Autonomy and Abandonment - Legal and Moral Implications

Advance Health Directive:

Patient has an advanced health directive, witnessed, notarized and in the format of a legal document done by his attorney, rejecting treatment if he has a terminal condition with the probability of death within a few months; and/or an irreversible condition requiring artificial life support. Patient’s daughter is designated as surrogate. The document is notarized.
This 84 year old man is admitted for pneumonia; dementia; depression; anemia; malnutrition; renal failure, and hypernaturemia.

History: Dysphasia, anorexia, ataxia, poor intake, altered level of consciousness, restless, hypotensive, shortness of breath, bilateral rales. He is unable to give any history himself.

Admitting: Diagnosis: Acute pneumonia on top of interstitial lung disease and bronchiectasis.
The patient is intubated and noted to have renal failure, thrombocytopenia, leukocytosis, anemia, and deteriorating mental condition.

Patient’s daughter advises that her father never wanted to be maintained on artificial life support. Options are discussed with daughter, who requests that a do not resuscitate order be instituted.
Daughter advises bioethics consultant that she is waiting to hear from doctors regarding their opinion as to whether or not the pulmonary condition is irreversible, as described in the advance health directive. If so she wants to refuse continued artificial ventilation. Pending the receipt of that information she requests that no tracheostomy be performed. She insists that the patient not be sent to a skilled nursing facility.

Nevertheless, it is recommended, and the daughter consents to a tracheostomy. Daughter has not, however, been told any opinion as to irreversibility of respiratory failure. Attempt at weaning is ordered and patient is extubated. He deteriorates and is reintubated the same day. Pulmonologist, without consulting patient's daughter, writes order that patient be transferred to a skilled nursing facility.

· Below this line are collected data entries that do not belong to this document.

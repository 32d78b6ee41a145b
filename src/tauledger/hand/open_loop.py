"""T₀ and the band edge of T by hand: the loop cut at its wire, loaded there with what the wire led to, node by node.

The far end of the cut is driven, the near end has the input resistance and capacitance of what was behind it: then the
loop is an amplifier without feedback, and its time constants are those of any other.

Source: common practice (the loop broken and loaded with its own input impedance).
"""

from __future__ import annotations

import math

import numpy as np
from msgspec import Struct
from msgspec.structs import replace

from tauledger.circuit import GROUND, Port
from tauledger.devices.family import Device, Terminal
from tauledger.devices.parts import Part, capacitance, conductance, voltage_source
from tauledger.errors import InputError, NetworkError
from tauledger.hand.budget import signal_nodes
from tauledger.hand.estimate import StageRow
from tauledger.hand.feedback import FoundLoop, LoopStage, classed_as
from tauledger.hand.stages import stage_rows
from tauledger.network.assemble import assemble
from tauledger.network.bands import Bands
from tauledger.network.return_ratio import SERIES, at_wire
from tauledger.network.solve import on_axis, response

DRIVE, SHORT = "loop'v", "loop'0"
# A node that takes less of the sum is not shown.
COUNTS = 0.01
# The gain that multiplies the input capacitance has not fallen yet, and coupling capacitors are shorts.
BELOW_THE_EDGE = 0.1


class OpenNode(Struct, frozen=True):
    """One node of the opened loop by hand: R in Ω, C in F, R·C in s."""

    node: str
    ohm: float
    farad: float
    seconds: float


class OpenLoop(Struct, frozen=True):
    """The edge of T by hand in Hz, 1/(2π·Σ R·C), and the nodes that take at least 1 % of the sum, largest first.

    stages: the gains from the driven end of the cut round to the loaded one, whose product is −t0; none where a rule is
    missing, and t0 None.
    """

    edge_hz: float
    nodes: tuple[OpenNode, ...]
    stages: tuple[LoopStage, ...] = ()
    t0: float | None = None


def open_loop(closed: Bands, devices: tuple[Device, ...], loop: FoundLoop, edge_hz: float) -> OpenLoop | None:
    """Work the time constants of the opened loop out.

    closed: the whole network, its capacitors classed at mid-band. edge_hz: about where the edge of T is; the input
    capacitance is taken somewhat below. None for a loop that is not cut at a wire, and where hand rules do not reach.
    Raises NetworkError where the network has no unique solution.
    """
    if not loop.node:
        return None
    network, at_hz = closed.network, closed.midband.frequency_hz
    cut = at_wire(network, loop.owner, loop.node)
    parts = tuple(part for part in cut.network.parts if part.owner != SERIES)
    silent = dict.fromkeys(network.amplitudes, 0j)
    siemens, farad = _load(parts, silent, cut.far, loop.node, at_hz, BELOW_THE_EDGE * edge_hz)
    load = [conductance("R_in", loop.node, GROUND, siemens)] if siemens > 0.0 else []
    load += [capacitance("C_in", loop.node, GROUND, farad)] if farad > 0.0 else []
    driven = voltage_source(DRIVE, cut.far, GROUND, 1.0)
    moved = tuple(_moved(one, loop.node, cut.far) if one.name == loop.owner else one for one in devices)
    try:
        opened = assemble((*parts, *load, driven), Port(loop.node), {**silent, DRIVE: 1.0})
        bands = classed_as(closed, opened)
        if bands is None:
            return None
        rows = [row for row in signal_nodes(bands, moved) if row.in_path and not row.second]
        stages = _stages(stage_rows(bands, moved), loop.node)
    except (NetworkError, InputError):
        return None
    total = math.fsum(row.time_constant_s for row in rows)
    if not total > 0.0:
        return None
    ordered = sorted(rows, key=lambda row: -abs(row.time_constant_s))
    shown = tuple(
        OpenNode(_called(row.name), row.resistance_hand_ohm, row.capacitance_f, row.time_constant_s)
        for row in ordered
        if abs(row.time_constant_s) >= COUNTS * total
    )
    t0 = -math.prod(stage.hand for stage in stages) if stages else None
    return OpenLoop(1.0 / (2.0 * math.pi * total), shown, stages, t0)


def _stages(rows: tuple[StageRow, ...], node: str) -> tuple[LoopStage, ...]:
    """Give the gains round to a node; none where one has no rule, or the way does not end there."""
    if not rows or rows[-1].node != node:
        return ()
    stages = []
    for row in rows:
        if row.gain_hand is None or row.gain_exact is None:
            return ()
        stages.append(LoopStage(_called(row.node), row.title, row.gain_hand, row.gain_exact))
    return tuple(stages)


def _called(name: str) -> str:
    """Name what lies behind the cut by its transistor."""
    owner, cut, _ = name.partition("'loop")
    return f"inside {owner}" if cut else name


def _load(
    parts: tuple[Part, ...], silent: dict[str, complex], far: str, near: str, at_hz: float, below_hz: float
) -> tuple[float, float]:
    """Give conductance at mid-band and capacitance at below_hz of what the wire leads to, the near end at ground."""
    held = (*parts, voltage_source(DRIVE, far, GROUND, 1.0), voltage_source(SHORT, near, GROUND))
    measured = assemble(held, Port("", kind="current", through=DRIVE), {**silent, DRIVE: 1.0, SHORT: 0j})
    y = -response(measured, np.array([at_hz, below_hz]))
    return float(y[0].real), float(y[1].imag / on_axis(below_hz)[0].imag)


def _moved(device: Device, node: str, far: str) -> Device:
    """Put what a transistor has at a node at the far end of the cut."""

    def at(one: str) -> str:
        return far if one == node else one

    cell = device.cell
    if cell is not None:
        body = None if cell.body is None else at(cell.body)
        cell = replace(cell, control=at(cell.control), common=at(cell.common), output=at(cell.output), body=body)
    terminals = tuple(Terminal(t.word, at(t.outer), at(t.inner)) for t in device.terminals)
    parts = tuple(replace(part, nodes=tuple(at(one) for one in part.nodes)) for part in device.parts)
    return replace(device, cell=cell, terminals=terminals, parts=parts)
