"""A measured curve as CSV: what is read, and what is said about what cannot be."""

from __future__ import annotations

import pytest

from tauledger.answers.curve_file import MOST_POINTS, read_curve
from tauledger.errors import ExitCode, NetlistError


def test_columns_and_points_stand_in_any_order_and_comments_are_left_out() -> None:
    text = '# analyser 2\r\n\r\n Gain_dB , "f_hz"\r\n-3.5,2e3\r\n  # moved the probe\r\n 39.6 , "1000"\r\n'
    curve = read_curve(text.encode(), "bench.csv")
    assert curve.frequency_hz == (1000.0, 2000.0)
    assert curve.gain_db == (39.6, -3.5)
    assert curve.phase_deg is None


def test_a_byte_order_mark_is_no_part_of_the_first_column() -> None:
    curve = read_curve("\ufefff_hz,gain_db,phase_deg\n1,2,-3\n4,5,6\n".encode(), "bench.csv")
    assert curve.phase_deg == (-3.0, 6.0)


@pytest.mark.parametrize(
    ("text", "place", "message"),
    [
        ("", "1:1", "there is no curve in this file"),
        ("# nothing\n", "1:1", "there is no curve in this file"),
        ("f_hz,gain\n1,2\n", "1:6", "no such column: gain"),
        ("f_hz;gain_db\n1;2\n", "1:5", "the columns stand apart by semicolons, not by commas"),
        ("f_hz\tgain_db\n1\t2\n", "1:5", "the columns stand apart by tabs, not by commas"),
        ("f_hz,gain_db,\n1,2,\n", "1:14", "no such column: no name"),
        ("f_hz,gain_db,gain_db\n1,2,3\n", "1:14", "the column gain_db stands there twice"),
        ("f_hz,phase_deg\n1,2\n", "1:1", "the column gain_db is missing"),
        ("f_hz,gain_db\n1,2\n2;3\n", "3:4", "1 field where the header names 2"),
        ("f_hz,gain_db\n1,2\n2,3,4\n", "3:5", "3 fields where the header names 2"),
        ("f_hz,gain_db\n1,2\n2,  three\n", "3:5", "gain_db is no number: three"),
        ("f_hz,gain_db\n1,2\n2,\n", "3:3", "gain_db is no number: nothing"),
        ("f_hz,gain_db\n1,2\n1_000,3\n", "3:1", "f_hz is no number: 1_000"),
        ("f_hz,gain_db\n1,nan\n2,3\n", "2:3", "gain_db is no number: nan"),
        ("f_hz,gain_db\n0,2\n2,3\n", "2:1", "the frequency must be above 0 Hz"),
        ("f_hz,gain_db\n5,2\n2,3\n5.0,4\n", "4:1", "5.0 Hz stands in line 2 already"),
        ("f_hz,gain_db\n5,4000\n2,3\n", "2:3", "4000 dB is no gain"),
        ("f_hz,gain_db\n5,4\n", "2:1", "1 point: no curve that can be compared"),
    ],
)
def test_what_is_wrong_is_said_at_its_place(text: str, place: str, message: str) -> None:
    with pytest.raises(NetlistError) as caught:
        read_curve(text.encode(), "bench.csv")
    first = caught.value.diagnostics[0]
    assert str(first).startswith(f"bench.csv:{place}: {message}")
    assert first.hint
    assert caught.value.exit_code == ExitCode.UNUSABLE_INPUT


def test_what_is_no_utf_8_is_pointed_at() -> None:
    with pytest.raises(NetlistError) as caught:
        read_curve("f_hz,gain_db\n# µ".encode() + b"\xb5 probe\n1,2\n", "bench.csv")
    assert str(caught.value).startswith("bench.csv:2:4: byte 0xb5 is no UTF-8")


def test_every_faulty_line_is_told_up_to_ten() -> None:
    with pytest.raises(NetlistError) as caught:
        read_curve(b"f_hz,gain_db\n" + b"1,x\n" * 30, "bench.csv")
    assert [fault.line for fault in caught.value.diagnostics] == list(range(2, 12))


def test_a_flood_of_points_is_refused() -> None:
    lines = "".join(f"{k},0\n" for k in range(1, MOST_POINTS + 2))
    with pytest.raises(NetlistError, match=f"give 2 to {MOST_POINTS} points"):
        read_curve(f"f_hz,gain_db\n{lines}".encode(), "bench.csv")


def test_what_could_steer_a_terminal_is_shown_as_a_sign() -> None:
    with pytest.raises(NetlistError) as caught:
        read_curve(b"f_hz,gain_db\n1,\x1b[31m\n", "bench.csv")
    assert "\x1b" not in str(caught.value)


@pytest.mark.parametrize(
    "text", ["", "f_hz,gain\n1,2\n", "f_hz;gain_db\n1;2\n", "f_hz,phase_deg\n1,2\n", "f_hz,gain_db\n1\n"]
)
def test_a_hint_fits_into_eighty_columns(text: str) -> None:
    with pytest.raises(NetlistError) as caught:
        read_curve(text.encode(), "bench.csv")
    assert all(len(one.hint) <= 78 for one in caught.value.diagnostics)
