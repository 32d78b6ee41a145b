"""Sections of a library: `.lib name` .. `.endl` in a file, of which `.lib file name` elsewhere takes one."""

from __future__ import annotations

from collections.abc import Sequence

from msgspec import Struct

from tauledger.circuit import fold
from tauledger.errors import Diagnostic, NetlistError
from tauledger.netlist.diagnostics import Site, nearest
from tauledger.netlist.items import Word
from tauledger.netlist.netlist import Card, SourceFile
from tauledger.netlist.runs import Run

_QUOTES = "'\""


class Call(Struct, frozen=True):
    """`.lib file section` as written: both words with their places."""

    file: Word
    section: Word


class Taken(Struct, frozen=True):
    """The cards of a file that count. missing: the names of its sections where the wanted one is not among them."""

    cards: tuple[Card | Run, ...]
    faults: tuple[Diagnostic, ...]
    missing: tuple[str, ...] | None = None


def words_behind(text: str) -> list[Word]:
    """Give the words behind a card's first one; a name in quotes may hold blanks."""
    words: list[Word] = []
    at = len(text.split(maxsplit=1)[0])
    while at < len(text):
        if text[at] in " \t":
            at += 1
            continue
        quote = text[at] if text[at] in _QUOTES else ""
        end = text.find(quote, at + 1) if quote else at + len(text[at:].split(maxsplit=1)[0])
        end = len(text) if end < 0 else end
        words.append(Word(text[at + len(quote) : end], at + len(quote)))
        at = end + len(quote)
    return words


def library_call(card: Card) -> Call | None:
    """Give the call on a `.lib file section` card; None for every other card."""
    if _head(card) != ".lib":
        return None
    words = words_behind(card.text)
    return Call(words[0], words[1]) if len(words) == 2 else None


def take(files: tuple[SourceFile, ...], cards: Sequence[Card | Run], wanted: str | None) -> Taken:
    """Give the cards of one section of a file, or with `wanted` None those outside of all sections.

    Faults: a section that is never closed, or is closed where none is open; a `.lib` with neither section nor `.endl`.
    """
    kept: list[Card | Run] = []
    faults: list[Diagnostic] = []
    names: list[str] = []
    inside: tuple[Card, str] | None = None
    for card in cards:
        if isinstance(card, Run):
            if (inside is None) if wanted is None else (inside is not None and fold(inside[1]) == fold(wanted)):
                kept.append(card)
            continue
        head = _head(card)
        site = Site(files, card)
        if head == ".endl":
            if inside is None:
                faults.extend(
                    site.fault(0, "no section of a library is open here", "delete this line", wide=5).diagnostics
                )
            inside = None
        elif head == ".lib" and library_call(card) is None:
            words = words_behind(card.text)
            if inside is not None or len(words) != 1:
                message = "a library is called by file and section"
                at = words[2] if len(words) > 2 else len(card.text)
                faults.extend(site.fault(at, message, 'write .lib "file" section').diagnostics)
                continue
            inside = (card, words[0].text)
            names.append(words[0].text)
        elif (inside is None) if wanted is None else (inside is not None and fold(inside[1]) == fold(wanted)):
            kept.append(card)
    if inside is not None:
        message = f"section {inside[1]} is never closed"
        hint = 'close it with .endl, or call a library: .lib "file" section'
        faults.extend(Site(files, inside[0]).fault(0, message, hint, wide=4).diagnostics)
    known = {fold(name) for name in names}
    missing = tuple(names) if wanted is not None and fold(wanted) not in known else None
    return Taken(tuple(kept), tuple(faults), missing)


def no_such_section(site: Site, call: Call, names: Sequence[str]) -> NetlistError:
    """Make the error for a section that a library does not have."""
    listed = f"it has {', '.join(names)}" if names else "it has none: take all of it with .include"
    message = f"{call.file.text} has no section {call.section.text}"
    return site.fault(call.section, message, nearest(call.section.text, names, otherwise=listed))


def _head(card: Card) -> str:
    return card.text.split(maxsplit=1)[0].lower()
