"""Large signal in the review: the first limit, its cause below f_H, and what is left out."""

from __future__ import annotations

import math
from pathlib import Path

import pytest

import boards
from tauledger.asked import Asked
from tauledger.engine.client import Engine
from tauledger.pipeline import review, review_network
from tauledger.record import Review
from tauledger.report.document import document
from tauledger.report.large_signal import first_limit, large_signal, slew_rate
from tauledger.report.layout import Prose, Table
from transient_judge import slope

FIXTURES = Path(__file__).parents[2] / "fixtures"


def reviewed(name: str, engine: Engine, swing_v: float | None = None) -> Review:
    return review(FIXTURES / name, engine=engine, asked=Asked(swing_v=swing_v))


def test_full_power_bandwidth_is_the_slew_rate_over_the_slope_of_a_sine(engine: Engine) -> None:
    facts = reviewed("mos_gain.cir", engine, 0.5).large_signal
    assert facts is not None
    assert (facts.swing_v, facts.asked) == (0.5, True)
    for node in facts.nodes:
        assert node.full_power_hz == pytest.approx(node.output_slew_v_per_s / (2 * math.pi * 0.5))
    assert [node.full_power_hz for node in facts.nodes] == sorted(node.full_power_hz for node in facts.nodes)


def test_one_volt_is_taken_where_no_amplitude_is_given_and_the_line_says_so(engine: Engine) -> None:
    found = reviewed("echo_preamp.cir", engine)
    assert found.large_signal is not None
    assert (found.large_signal.swing_v, found.large_signal.asked) == (1.0, False)
    assert "1 V peak" in first_limit(found)
    assert not [cause for cause in found.causes if cause.cause == "slews-first"]


def test_below_f_high_it_is_a_cause_with_the_ratio_as_its_effect_and_before_what_paper_left_out(engine: Engine) -> None:
    found = reviewed("cable_driver.cir", engine)
    cause = next(cause for cause in found.causes if cause.cause == "slews-first")
    assert found.large_signal is not None
    assert found.f_high is not None
    assert found.f_high.simulated_hz is not None
    assert cause.effect == pytest.approx(found.large_signal.nodes[0].full_power_hz / found.f_high.simulated_hz - 1)
    assert "only" in first_limit(found)
    assert [one.on_paper for one in found.causes] == sorted(one.on_paper for one in found.causes)


def test_a_small_swing_takes_the_cause_away(engine: Engine) -> None:
    found = reviewed("cable_driver.cir", engine, 0.1)
    assert not [cause for cause in found.causes if cause.cause == "slews-first"]
    assert "only" not in first_limit(found)


def test_beyond_its_standing_current_a_stage_is_said_to_be_cut_off(engine: Engine) -> None:
    assert "Q2 is cut off from 79" in first_limit(reviewed("line_driver.cir", engine))
    assert "cut off" not in first_limit(reviewed("line_driver.cir", engine, 0.5))


def test_without_transistors_or_with_a_network_alone_there_is_no_line(engine: Engine) -> None:
    assert reviewed("opamp_filter.cir", engine).large_signal is None
    alone = review_network(boards.weak_stage_with_large_bridge())
    assert alone.large_signal is None
    assert large_signal(alone).blocks == ()


def test_a_current_at_the_output_has_no_slew_rate_in_volts(engine: Engine, tmp_path: Path) -> None:
    path = tmp_path / "board.cir"
    cards = ["a current output", "VCC vcc 0 9", "VIN in 0 DC 0.7 AC 1", "RS in b 10k", "VOUT vcc c 0", "Q1 c b 0 qn"]
    path.write_text("\n".join([*cards, ".model qn npn(is=5e-15 bf=150 cje=8p cjc=4p)", ".end", ""]))
    found = review(path, engine=engine, output="i(vout)")
    assert found.midband.unit == "S"
    assert found.large_signal is None


def test_what_moves_a_transmission_line_is_not_judged(engine: Engine, tmp_path: Path) -> None:
    """A line is no capacitance: its far end is charged by what arrives, not by the follower at once."""
    lead = "C2 e lead 1u\nL1 lead out 200n"
    text = (FIXTURES / "cable_driver.cir").read_text(encoding="utf-8")
    assert lead in text
    path = tmp_path / "line.cir"
    path.write_text(text.replace(lead, "C2 e lead 1u\nR9 lead near 50\nT1 near 0 out 0 z0=50 td=20n"), encoding="utf-8")
    found = review(path, engine=engine)
    assert found.large_signal is not None
    assert found.large_signal.nodes == ()
    assert found.large_signal.not_judged
    assert large_signal(found).blocks == ()
    assert "large" not in [section.key for section in document(found).sections if section.blocks]


def test_all_formats_tell_it(engine: Engine) -> None:
    found = reviewed("mos_gain.cir", engine)
    plain, verbose = large_signal(found), large_signal(found, verbose=True)
    assert [type(block) for block in plain.blocks] == [Prose]
    assert isinstance(verbose.blocks[-1], Table)
    section = next(section for section in document(found).sections if section.key == "large")
    assert len(section.blocks) == 2


@pytest.mark.parametrize(
    ("v_per_s", "written"), [(2.5e9, "2.5 V/ns"), (32.62e6, "32.6 V/µs"), (12e3, "0.012 V/µs"), (900.0, "0.9 V/ms")]
)
def test_slew_rates_are_written_as_data_sheets_do(v_per_s: float, written: str) -> None:
    assert slew_rate(v_per_s) == written


FOLDED = """a folded cascode with a load
.model mn nmos level=1 vto=0.6 kp=100u lambda=0.05 gamma=0.4 phi=0.7 tox=15n cgso=0.3n cgdo=0.3n
.model mp pmos level=1 vto=-0.7 kp=40u lambda=0.06 gamma=0.4 phi=0.7 tox=15n cgso=0.3n cgdo=0.3n
VDD vdd 0 3.3
VIN inp 0 dc 1.4 ac 1
LB out inn 1G
CB inn 0 1G
IT tail 0 80u
M1 f1 inp tail 0 mn w=50u l=1u
M2 f2 inn tail 0 mn w=50u l=1u
VB bp 0 2.3
M7 f1 bp vdd vdd mp w=100u l=1u
M8 f2 bp vdd vdd mp w=100u l=1u
VC c 0 1.6
M3 g1 c f1 vdd mp w=60u l=1u
M4 out c f2 vdd mp w=60u l=1u
M5 g1 g1 0 0 mn w=15u l=1u
M6 out g1 0 0 mn w=15u l=1u
CL out 0 2p
.end
"""


def folded(folder: Path, text: str = FOLDED) -> Path:
    path = folder / "folded.cir"
    path.write_text(text, encoding="utf-8")
    return path


def test_the_output_of_a_folded_cascode_is_moved_by_the_tail_current(engine: Engine, tmp_path: Path) -> None:
    """Transient runs of such an amplifier fall within some per cent of I/C; the nodes inside are no limit."""
    found = review(folded(tmp_path), engine=engine)
    assert found.large_signal is not None
    slowest = found.large_signal.nodes[0]
    assert (slowest.node, set(slowest.drivers)) == ("out", {"M1", "M2"})
    assert slowest.output_slew_v_per_s == pytest.approx(80e-6 / 2.1e-12, rel=0.08)
    buffer = FOLDED.replace("LB out inn 1G\nCB inn 0 1G", "VS inn out 0")
    seen = slope(
        folded(tmp_path, buffer),
        tmp_path,
        source="VIN inp 0 dc 1.4 ac 1",
        pulse="PULSE(1.2 1.7 20n 1n 1n)",
        start_v=1.35,
        end_v=1.5,
        stop_s=200e-9,
    )
    assert slowest.output_slew_v_per_s == pytest.approx(seen, rel=0.15)


def test_an_open_amplifier_is_set_beside_its_unity_gain(engine: Engine, tmp_path: Path) -> None:
    text = first_limit(review(folded(tmp_path), engine=engine))
    assert "·f_u" in text
    assert "·f_H" not in text


def test_more_than_the_supplies_allow_is_said(engine: Engine, tmp_path: Path) -> None:
    asked = Asked(swing_v=2.0)
    assert "supplies from 0 V to 3.3" in first_limit(review(folded(tmp_path), engine=engine, asked=asked))
    assert "supplies" not in first_limit(review(folded(tmp_path), engine=engine))


def test_no_rate_is_told_where_the_output_itself_is_not_judged(engine: Engine, tmp_path: Path) -> None:
    """A push-pull output gives more than it stands with; the rate of the stage before it says nothing of it."""
    path = tmp_path / "board.cir"
    cards = """push-pull output
VCC vcc 0 10
VEE vee 0 -10
VIN in 0 DC 0 AC 1
RS in b 1k
Q3 m b e qn
RE e e9 100
IE e9 vee 2m
CE e9 0 100u
R3 vcc m 2.2k
VA a m 0.65
VB m d 0.65
Q1 vcc a e1 qn
Q2 vee d e2 qp
R1 e1 out 10
R2 e2 out 10
RL out 0 1k
CL out 0 1n
.model qn npn(is=5e-15 bf=150 vaf=60 cje=8p cjc=4p tf=400p)
.model qp pnp(is=5e-15 bf=150 vaf=60 cje=8p cjc=4p tf=500p)
.end
"""
    path.write_text(cards, encoding="utf-8")
    found = review(path, engine=engine, output="out")
    assert found.large_signal is not None
    assert found.large_signal.nodes == ()
    assert large_signal(found).blocks == ()
    (line,) = large_signal(found, verbose=True).blocks
    assert isinstance(line, Prose)
    assert line.text.startswith("not judged: ")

Daughter is advised by nurse about the transfer order and refuses transfer. She reiterates that her father would not want to live in a skilled nursing facility on artificial life support. Under these circumstances he would reject continued artificial ventilation. Daughter says she does not want futile care. Patient’s daughter, and bioethics consult request a meeting with pulmonologist. There is no response from pulmonologist, one-way or the other.

The pulmonologist ceases to participate in case without any discussion with daughter. Daughter requests and signs withdrawal of artificial ventilation form. Three days later the daughter is notified that her father has been extubated and transferred to a skilled nursing facility. She, however, is unable to locate her father at that facility and is told that her father "never arrived." She calls the hospital and is told that he is no longer a patient at that hospital. She thereafter discovers, through the nursing administration office, that her father has died and that his body has been in the hospital's morgue for 3 days.

Comments:

1.    Physicians as well as patients and family often have difficulty withdrawing life-sustaining treatment. The daughter never received an answer as to the probability of death or of the irreversibility of the patient’s condition - the criteria set forth in the advance health directive. Her decisions were not informed.She felt abandoned by the pulmonologist who seemed to "just disappear."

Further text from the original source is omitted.